Data records Block Start

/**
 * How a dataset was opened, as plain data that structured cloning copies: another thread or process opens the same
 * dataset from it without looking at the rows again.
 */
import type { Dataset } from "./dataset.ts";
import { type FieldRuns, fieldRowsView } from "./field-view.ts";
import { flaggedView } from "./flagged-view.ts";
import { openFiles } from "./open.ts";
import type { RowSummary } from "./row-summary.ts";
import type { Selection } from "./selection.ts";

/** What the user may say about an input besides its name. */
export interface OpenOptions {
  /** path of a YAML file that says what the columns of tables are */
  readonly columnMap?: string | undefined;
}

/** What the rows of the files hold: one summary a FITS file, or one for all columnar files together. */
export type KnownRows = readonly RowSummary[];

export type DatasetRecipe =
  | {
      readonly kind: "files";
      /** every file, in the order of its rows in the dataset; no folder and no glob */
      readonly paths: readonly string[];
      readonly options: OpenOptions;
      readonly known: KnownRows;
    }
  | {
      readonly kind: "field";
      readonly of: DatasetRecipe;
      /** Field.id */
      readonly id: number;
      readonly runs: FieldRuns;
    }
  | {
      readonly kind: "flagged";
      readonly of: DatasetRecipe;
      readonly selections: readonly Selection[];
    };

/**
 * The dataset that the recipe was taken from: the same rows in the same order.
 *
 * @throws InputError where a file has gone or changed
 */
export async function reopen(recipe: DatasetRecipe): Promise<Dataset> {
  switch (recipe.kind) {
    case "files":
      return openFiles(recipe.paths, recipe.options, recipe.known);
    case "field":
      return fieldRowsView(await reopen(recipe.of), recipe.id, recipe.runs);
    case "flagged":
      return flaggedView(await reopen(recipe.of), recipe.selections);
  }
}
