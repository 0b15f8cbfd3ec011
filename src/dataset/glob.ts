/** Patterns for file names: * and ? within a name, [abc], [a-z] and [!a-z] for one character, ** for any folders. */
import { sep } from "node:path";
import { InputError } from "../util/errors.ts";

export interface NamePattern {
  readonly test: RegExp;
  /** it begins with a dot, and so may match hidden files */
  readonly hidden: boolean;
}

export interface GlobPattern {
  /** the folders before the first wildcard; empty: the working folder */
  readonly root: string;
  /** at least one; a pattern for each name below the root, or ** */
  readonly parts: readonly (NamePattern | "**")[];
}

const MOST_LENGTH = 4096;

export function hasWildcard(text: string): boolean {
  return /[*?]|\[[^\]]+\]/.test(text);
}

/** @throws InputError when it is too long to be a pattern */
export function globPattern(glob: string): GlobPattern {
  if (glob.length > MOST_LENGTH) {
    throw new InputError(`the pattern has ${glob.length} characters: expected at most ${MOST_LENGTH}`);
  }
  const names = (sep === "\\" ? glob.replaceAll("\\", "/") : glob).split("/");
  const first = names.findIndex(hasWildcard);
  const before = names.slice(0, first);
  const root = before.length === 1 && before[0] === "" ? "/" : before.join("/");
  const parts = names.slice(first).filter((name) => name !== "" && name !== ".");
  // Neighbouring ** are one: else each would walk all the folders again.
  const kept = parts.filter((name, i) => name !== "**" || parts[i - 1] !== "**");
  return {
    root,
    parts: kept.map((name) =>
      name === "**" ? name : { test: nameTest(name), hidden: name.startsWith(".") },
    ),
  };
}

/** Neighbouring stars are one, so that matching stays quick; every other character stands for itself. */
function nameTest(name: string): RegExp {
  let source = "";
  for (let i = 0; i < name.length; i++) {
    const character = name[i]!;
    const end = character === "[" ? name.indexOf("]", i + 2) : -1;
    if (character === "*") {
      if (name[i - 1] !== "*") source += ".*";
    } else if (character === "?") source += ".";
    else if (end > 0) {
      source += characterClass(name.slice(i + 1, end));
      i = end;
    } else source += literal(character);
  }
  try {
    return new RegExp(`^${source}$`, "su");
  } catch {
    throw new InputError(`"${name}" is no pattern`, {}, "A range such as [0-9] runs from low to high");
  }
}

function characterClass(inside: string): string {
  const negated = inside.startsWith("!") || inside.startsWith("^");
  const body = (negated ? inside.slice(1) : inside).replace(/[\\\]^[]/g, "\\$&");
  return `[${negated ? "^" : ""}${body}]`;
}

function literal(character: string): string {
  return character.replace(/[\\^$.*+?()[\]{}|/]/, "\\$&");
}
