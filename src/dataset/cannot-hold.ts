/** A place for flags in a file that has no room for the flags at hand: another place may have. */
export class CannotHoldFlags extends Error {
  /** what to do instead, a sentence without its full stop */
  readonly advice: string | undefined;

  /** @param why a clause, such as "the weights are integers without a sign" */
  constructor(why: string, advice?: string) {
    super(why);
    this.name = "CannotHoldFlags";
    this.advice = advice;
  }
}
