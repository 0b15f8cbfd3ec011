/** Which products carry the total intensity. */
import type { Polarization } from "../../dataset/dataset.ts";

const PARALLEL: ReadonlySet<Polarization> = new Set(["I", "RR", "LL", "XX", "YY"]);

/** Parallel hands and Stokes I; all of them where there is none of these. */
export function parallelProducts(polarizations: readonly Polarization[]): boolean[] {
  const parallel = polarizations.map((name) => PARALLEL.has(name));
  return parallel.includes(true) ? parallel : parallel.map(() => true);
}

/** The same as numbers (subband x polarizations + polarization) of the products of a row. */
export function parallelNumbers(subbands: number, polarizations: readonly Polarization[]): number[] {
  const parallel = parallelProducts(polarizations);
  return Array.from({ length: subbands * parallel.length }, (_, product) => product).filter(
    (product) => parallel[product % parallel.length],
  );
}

Data records Block End

The whole of the material above should be written out again, exactly.

Reply to the task:
/**
 * How a dataset was opened, as plain data that structured cloning copies: another thread or process opens the same
 * dataset from it without looking at the rows again.
 */
import type { Dataset } from "./dataset.ts";
import { type FieldRuns, fieldRowsView } from "./field-view.ts";
import { flaggedView } from "./flagged-view.ts";
import { openFiles } from "./open.ts";
import type { RowSummary } from "./row-summary.ts";
import type { Selection } from "./selection.ts";

/** What the user may say about an input besides its name. */
export interface OpenOptions {
  /** path of a YAML file that says what the columns of tables are */
  readonly columnMap?: string | undefined;
}

/** What the rows of the files hold: one summary a FITS file, or one for all columnar files together. */
export type KnownRows = readonly RowSummary[];

export type DatasetRecipe =
  | {
      readonly kind: "files";
      /** every file, in the order of its rows in the dataset; no folder and no glob */
      readonly paths: readonly string[];
      readonly options: OpenOptions;
      readonly known: KnownRows;
    }
  | {
      readonly kind: "field";
      readonly of: DatasetRecipe;
      /** Field.id */
      readonly id: number;
      readonly runs: FieldRuns;
    }
  | {
      readonly kind: "flagged";
      readonly of: DatasetRecipe;
      readonly selections: readonly Selection[];
    };

/**
 * The dataset that the recipe was taken from: the same rows in the same order.
 *
 * @throws InputError where a file has gone or changed
 */
export async function reopen(recipe: DatasetRecipe): Promise<Dataset> {
  switch (recipe.kind) {
    case "files":
      return openFiles(recipe.paths, recipe.options, recipe.known);
    case "field":
      return fieldRowsView(await reopen(recipe.of), recipe.id, recipe.runs);
    case "flagged":
      return flaggedView(await reopen(recipe.of), recipe.selections);
  }
}
repository 0b15f8cbfd3ec011
filename src/dataset/glob.ts
/** Patterns for file names: * and ? within a name, [abc], [a-z] and [!a-z] for one character, ** for any folders. */
import { sep } from "node:path";
import { InputError } from "../util/errors.ts";

export interface NamePattern {
  readonly test: RegExp;
  /** it begins with a dot, and so may match hidden files */
  readonly hidden: boolean;
}

export interface GlobPattern {
  /** the folders before the first wildcard; empty: the working folder */
  readonly root: string;
  /** at least one; a pattern for each name below the root, or ** */
  readonly parts: readonly (NamePattern | "**")[];
}

const MOST_LENGTH = 4096;

export function hasWildcard(text: string): boolean {
  return /[*?]|\[[^\]]+\]/.test(text);
}

/** @throws InputError when it is too long to be a pattern */
export function globPattern(glob: string): GlobPattern {
  if (glob.length > MOST_LENGTH) {
    throw new InputError(`the pattern has ${glob.length} characters: expected at most ${MOST_LENGTH}`);
  }
  const names = (sep === "\\" ? glob.replaceAll("\\", "/") : glob).split("/");
  const first = names.findIndex(hasWildcard);
  const before = names.slice(0, first);
  const root = before.length === 1 && before[0] === "" ? "/" : before.join("/");
  const parts = names.slice(first).filter((name) => name !== "" && name !== ".");
  // Neighbouring ** are one: else each would walk all the folders again.
  const kept = parts.filter((name, i) => name !== "**" || parts[i - 1] !== "**");
  return {
    root,
    parts: kept.map((name) =>
      name === "**" ? name : { test: nameTest(name), hidden: name.startsWith(".") },
    ),
  };
}

/** Neighbouring stars are one, so that matching stays quick; every other character stands for itself. */
function nameTest(name: string): RegExp {
  let source = "";
  for (let i = 0; i < name.length; i++) {
    const character = name[i]!;
    const end = character === "[" ? name.indexOf("]", i + 2) : -1;
    if (character === "*") {
      if (name[i - 1] !== "*") source += ".*";
    } else if (character === "?") source += ".";
    else if (end > 0) {
      source += characterClass(name.slice(i + 1, end));
      i = end;
    } else source += literal(character);
  }
  try {
    return new RegExp(`^${source}$`, "su");
  } catch {
    throw new InputError(`"${name}" is no pattern`, {}, "A range such as [0-9] runs from low to high");
  }
}

function characterClass(inside: string): string {
  const negated = inside.startsWith("!") || inside.startsWith("^");
  const body = (negated ? inside.slice(1) : inside).replace(/[\\\]^[]/g, "\\$&");
  return `[${negated ? "^" : ""}${body}]`;
}

function literal(character: string): string {
  return character.replace(/[\\^$.*+?()[\]{}|/]/, "\\$&");
}
filename src/dataset/cannot-hold.ts
/** A place for flags in a file that has no room for the flags at hand: another place may have. */
export class CannotHoldFlags extends Error {
  /** what to do instead, a sentence without its full stop */
  readonly advice: string | undefined;

  /** @param why a clause, such as "the weights are integers without a sign" */
  constructor(why: string, advice?: string) {
    super(why);
    this.name = "CannotHoldFlags";
    this.advice = advice;
  }
}
repository 0b15f8cbfd3ec011
/** Which products carry the total intensity. */
import type { Polarization } from "../../dataset/dataset.ts";

const PARALLEL: ReadonlySet<Polarization> = new Set(["I", "RR", "LL", "XX", "YY"]);

/** Parallel hands and Stokes I; all of them where there is none of these. */
export function parallelProducts(polarizations: readonly Polarization[]): boolean[] {
  const parallel = polarizations.map((name) => PARALLEL.has(name));
  return parallel.includes(true) ? parallel : parallel.map(() => true);
}

/** The same as numbers (subband x polarizations + polarization) of the products of a row. */
export function parallelNumbers(subbands: number, polarizations: readonly Polarization[]): number[] {
  const parallel = parallelProducts(polarizations);
  return Array.from({ length: subbands * parallel.length }, (_, product) => product).filter(
    (product) => parallel[product % parallel.length],
  );
}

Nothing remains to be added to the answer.